From: james.harris.1@gmail.com   
      
   On 12/12/2023 23:56, Scott Lurndal wrote:   
   > James Harris writes:   
   >> On 23/03/2023 19:49, Dan Cross wrote:   
   >>> In article ,   
   >>> Scott Lurndal wrote:   
   >>>> cross@spitfire.i.gajendra.net (Dan Cross) writes:   
   >>   
   >> ...   
   >>   
   >>>>> It was never clear to me   
   >>>>> how a hypervisor could, in general, know the format of the guest   
   >>>>> page tables. I know the Disco folks had to make some changes to   
   >>>>> Irix to get it to work.   
   >>>>   
   >>>> When I was working on IRIX, I was not fond of either the software   
   >>>> managed TLB, coloring or the Kseg stuff; the MIPS project I worked on was   
   called   
   >>>> Teak and was a distributed version of Irix (eventually cancelled)   
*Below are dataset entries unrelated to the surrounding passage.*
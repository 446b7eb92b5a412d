// The unconditional exact p of two independent groups: the largest probability, over the common proportion, of the outcomes at
// least as extreme as the one seen (Barnard 1945, 1947; Suissa & Shuster 1985; ordered by conditional p: Boschloo 1970).
import { setByConditionalP } from './by-conditional-p.js';
import { setByStatistic, type OutcomeStatistic } from './by-statistic.js';
import { certifiedMaximum, onPart } from './certified-maximum.js';
import { nuisanceInterval } from './nuisance-interval.js';
import type { OutcomeSet, TwoGroupsSeen } from './outcomes.js';
import { pooledPolynomial } from './pooled-polynomial.js';

/** Two-sided: by distance from 0, by the two-tailed conditional p, or twice the smaller one-sided p. */
export type UnconditionalTail = 'upper' | 'lower' | 'distance' | 'probability' | 'doubled';

export interface UnconditionalOrder {
  readonly by: OutcomeStatistic | 'conditional-p';
  readonly tail: UnconditionalTail;
}

export interface UnconditionalP {
  /** The proved upper bound of the maximum; with a risk, that risk added. At most 1; 0 where log10 alone can tell. */
  readonly p: number;
  readonly log10: number;
  /** How far p can lie above the true maximum, relative. */
  readonly relativeError: number;
  readonly nuisance: {
    /** The proportion at which the largest probability was seen. */
    readonly value: number;
    /** The bound itself, before any risk is added. */
    readonly certifiedUpper: number;
  };
}

/**
 * @param risk gamma of Berger & Boos (1994), 0 for the whole range of the nuisance proportion.
 * Time: O(firstSize secondSize) for the set, and about 100 x (firstSize + secondSize)^2 / 2 for the maximum.
 */
export function unconditionalP(seen: TwoGroupsSeen, order: UnconditionalOrder, risk = 0): UnconditionalP {
  if (order.tail !== 'doubled') return maximumOver(outcomeSet(seen, order.by, order.tail), seen, risk);
  const upper = maximumOver(outcomeSet(seen, order.by, 'upper'), seen, risk);
  const lower = maximumOver(outcomeSet(seen, order.by, 'lower'), seen, risk);
  const smaller = upper.log10 <= lower.log10 ? upper : lower;
  return {
    ...smaller,
    p: Math.min(1, 2 * smaller.p),
    log10: Math.min(0, smaller.log10 + Math.log10(2)),
  };
}

export function outcomeSet(
  seen: TwoGroupsSeen,
  by: UnconditionalOrder['by'],
  tail: Exclude<UnconditionalTail, 'doubled'>,
): OutcomeSet {
  if (by === 'conditional-p') {
    if (tail !== 'distance') return setByConditionalP(seen, tail);
  } else if (tail !== 'probability') return setByStatistic(seen, by, tail);
  throw new Error(`no outcomes are ordered by ${by} with the tail ${tail}`);
}

function maximumOver(set: OutcomeSet, seen: TwoGroupsSeen, risk: number): UnconditionalP {
  const { coefficients, lnScale, relativeError } = pooledPolynomial(set);
  const events = seen.firstEvents + seen.secondEvents;
  const total = seen.firstSize + seen.secondSize;
  const [from, to] = risk === 0 ? [0, 1] : nuisanceInterval(events, total, risk);
  const part = risk === 0 ? coefficients : onPart(coefficients, from, to);
  const { upper, lower, at } = certifiedMaximum(part, relativeError + (risk === 0 ? 0 : 6 * total * 2 ** -53));
  const scale = Math.exp(lnScale);
  const bound = Math.min(1, upper * scale);
  return {
    p: Math.min(1, bound + risk),
    log10: risk === 0 ? Math.min(0, (Math.log(upper) + lnScale) / Math.LN10) : Math.log10(Math.min(1, bound + risk)),
    relativeError: bound === 1 && upper * scale - 1 < 1e-9 ? Math.max(0, 1 - lower * scale) : upper / lower - 1,
    nuisance: { value: from + at * (to - from), certifiedUpper: bound },
  };
}
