// Outcomes ordered by their conditional p (Boschloo 1970): the exact p given the number of events, one-tailed, or
// two-tailed by probability (Irwin 1935). Near ties are settled in whole numbers.
import { groupLaw, type GroupLaw } from './group-law.js';
import type { OutcomeSet, TwoGroupsSeen } from './outcomes.js';
import { WholeTails } from './whole-tails.js';

export type ConditionalDirection = 'upper' | 'lower' | 'probability';

/** Nearness in relative terms within which whole numbers decide; the sums are right to (5 n + 20) 2^-52. */
const near = 1e-10;

/** Outcomes whose conditional p is at most that of the one seen. O(firstSize x secondSize). */
export function setByConditionalP(seen: TwoGroupsSeen, direction: ConditionalDirection): OutcomeSet {
  const { firstSize, secondSize, firstEvents, secondEvents } = seen;
  const wholes = new WholeTails(firstSize, secondSize);
  const inside = new Uint8Array((firstSize + 1) * (secondSize + 1));
  const events = firstEvents + secondEvents;
  const width = secondSize + 1;
  const observed = tailsOf(groupLaw(firstSize, secondSize, events), events, direction, wholes);
  const target = observed.p[firstEvents - Math.max(0, events - secondSize)]!;
  const range = observed.ranges(firstEvents);
  for (let t = 0; t <= firstSize + secondSize; t++) {
    const law = groupLaw(firstSize, secondSize, t);
    const tails = tailsOf(law, t, direction, wholes);
    for (let x = law.lowest; x <= law.highest; x++) {
      const apart = tails.p[x - law.lowest]! - target;
      const belongs =
        Math.abs(apart) > near * target
          ? apart < 0
          : wholes.compare({ events: t, ...tails.ranges(x) }, { events, ...range }) <= 0;
      if (belongs) inside[x * width + t - x] = 1;
    }
  }
  return { firstSize, secondSize, inside };
}

/** The part of a law that a p adds up: all up to `low`, and all from `high` on. */
interface Ranges {
  readonly low: number;
  readonly high: number;
}

interface Tails {
  /** p[x1 - lowest]. */
  readonly p: Float64Array;
  ranges(x: number): Ranges;
}

function tailsOf(law: GroupLaw, events: number, direction: ConditionalDirection, wholes: WholeTails): Tails {
  if (direction === 'probability') return tailsByProbability(law, events, wholes);
  const { lowest, highest, weights, whole } = law;
  const p = new Float64Array(weights.length);
  let sum = 0;
  if (direction === 'lower') {
    for (let k = 0; k < weights.length; k++) p[k] = (sum += weights[k]!) / whole;
    return { p, ranges: (x) => ({ low: x, high: highest + 1 }) };
  }
  for (let k = weights.length - 1; k >= 0; k--) p[k] = (sum += weights[k]!) / whole;
  return { p, ranges: (x) => ({ low: lowest - 1, high: x }) };
}

/** The law rises to its mode and falls: from both ends inward, the less probable first; equal ones together. */
function tailsByProbability({ lowest, highest, weights, whole }: GroupLaw, events: number, wholes: WholeTails): Tails {
  const p = new Float64Array(weights.length);
  const low = new Int32Array(weights.length);
  const high = new Int32Array(weights.length);
  let sum = 0;
  let left = 0;
  let right = weights.length - 1;
  while (left <= right) {
    const [a, b] = [weights[left]!, weights[right]!];
    let order = left === right ? -1 : Math.sign(a - b);
    if (left < right && Math.abs(a - b) <= near * a)
      order = wholes.compareWeights(lowest + left, lowest + right, events);
    const [from, to] = [left, right];
    if (order <= 0) sum += weights[left++]!;
    if (order >= 0) sum += weights[right--]!;
    for (const k of order < 0 ? [from] : order > 0 ? [to] : [from, to]) {
      p[k] = sum / whole;
      low[k] = lowest + left - 1;
      high[k] = lowest + right + 1;
    }
  }
  // Everything is in: the whole law, as one tail.
  const ranges = (x: number): Ranges => {
    const k = x - lowest;
    return low[k]! + 1 >= high[k]! ? { low: highest, high: highest + 1 } : { low: low[k]!, high: high[k]! };
  };
  return { p, ranges };
}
   >>>> for networks of R10k boxes.   
   >>>   
   >>> I get it from a hardware perspective: fewer transistors with a   
   >>> software-managed TLB, but man...so many drawbacks.   
   >>   
   >> Handling a software-managed TLB may be more work, in a sense, but it   
   >> gives an OS developer more control, more feedback, more freedom, and   
   >> perhaps better opportunities for performance gains - as long as the TLB   
   >> is large enough.   
   >>   
   >> Having the hardware carry out a walk of page tables (the only option if   
   >> the TLB can is updated by hardware) has long seemed to me like a bad   
   >> idea, and it doesn't scale very well as addresses get wider.   
   >   
   > Having worked extensively with both models (SW: MIPS, HW: pretty much   
   > every other single mass-produced microprocessor), there is, hands down,   
   > no benefit to software table walks. Zero. Zilch. Don't even bother.   
      
   On the contrary!   
      
   Brendan (BGB) has already covered hardware issues and I respect his   
   views and experience on that. The /software/ problem with forward page   
   tables is that while they are OK (but still unnecessary) for small   
   numbers of processes and concomitant address spaces they don't work so   
   well for larger systems.   
      
   Forward page tables take up a significant amount of RAM - as a rule of   
   thumb let's say up to 1/1000th of the address space, e.g. up to 4M for a   
   4G address space on x32. While that's no problem for a small number of   
   processes and the impact can be reduced in many cases it's still   
   unavoidably true that each time you add a new process you have to add a   
   new set of page tables. Have 5,000 processes and you need 5,000 sets of   
   forward page tables. The whole idea is, to use a technical term,   
   bonkers. As I said, the approach does not scale.   
      
   By contrast, with reverse page tables you need just ONE table per   
   machine, no matter how many processes you want to support. Instead of   
   taking 1/1000th of the address space for every process one would use,   
   say, 1/500th of the RAM for all processes combined.   
      
   I acknowledge that each process will need forward mappings but can   
   arrange to reserve them in runs of (first, last) addresses for much   
   greater space efficiency than you'd get with forward page tables.   
      
   >   
   > Hardware translation table walks scale rather well, and in modern   
   > incarnations (e.g. ARMv8) are very flexible, supporting multiple   
   > fundamental unit of translation sizes (e.g. 4k, 16k, 64k) and   
   > higher level "huge pages". Add in the second level of walks   
   > required for hardware VM guest page table walkers[*] and the software   
   > walker becomes fragile and slow. The hardware walkers have   
   > things like content addressible memory and intermediate translation   
   > walk caches that software cannot do as effectively or efficiently.   
      
   If one handles address-space allocation and mapping to physical   
   addresses in software then one is not limited to 4k, 16k, 4M etc ranges.   
      
   As for the time taken there should be relatively few table walks   
   compared with the number of memory accesses.   
      
   Software can arrange to access a reverse page table in any way it wants,   
   including something with a hashing primary stage.   
      
   At least at this point I'd rather see the CPU have instructions which   
   can help make the reverse lookup faster than it require a page table for   
   every process.   
      
   Overall, it's an idea worth considering. YMMV but as you may gather,   
   what I do take issue with you on is your blanket comment that there are   
   no benefits...!   
      
      
   --   
   James Harris   
      
   --- SoupGate-Win32 v1.05   
    * Origin: you cannot sedate... all the things you hate (1:229/2)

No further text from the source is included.